## Task
Retrieve every line of the data holding the word "onResistance".

# # # # # # #

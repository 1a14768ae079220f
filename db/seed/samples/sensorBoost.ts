import type { SampleSource } from '@/db/seed/samples/source'

/**
 * Ripple at nominal line: 5 V·0.79/(12 µH·350 kHz) ≈ 0.94 A on 2.9 A, a third. The inductor's down-slope at the sense
 * resistor is (24.5 − 4.5) V/12 µH·25 mΩ ≈ 42 kV/s at low line, so 30 kV/s is well over the half that stability asks.
 */
export const sensorBoost: SampleSource = {
  slug: 'sensor-boost',
  title: 'Sensor boost, 5 V to 24 V',
  summary:
    'Boost, 0.6 A at 350 kHz, peak current mode with a transconductance amplifier: the right-half-plane zero at low ' +
    'line and full load sets the ceiling on the crossover.',
  design: {
    schema: 1,
    name: 'Sensor boost',
    topology: 'boost',
    switchingFrequency: 350e3,
    line: { minimum: 4.5, nominal: 5, maximum: 5.5 },
    output: { voltage: 24, currentMinimum: 0.05, currentMaximum: 0.6 },
    inductor: { inductance: 12e-6, resistance: 25e-3 },
    outputCapacitors: [{ count: 4, capacitance: 5.6e-6, esr: 4e-3 }],
    switch: { onResistance: 30e-3 },
    rectifier: { kind: 'diode', onResistance: 60e-3, forwardVoltage: 0.4 },
    modulator: { kind: 'peak-current-mode', currentSenseResistance: 25e-3, slopeCompensation: 30e3 },
    sense: { referenceVoltage: 1.2, upperResistance: 100e3 },
    amplifier: { kind: 'transconductance', transconductance: 1e-3, outputResistance: 1e6 },
  },
}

# # # # # # #

## Solution to this task
    switch: { onResistance: 30e-3 },
    rectifier: { kind: 'diode', onResistance: 60e-3, forwardVoltage: 0.4 },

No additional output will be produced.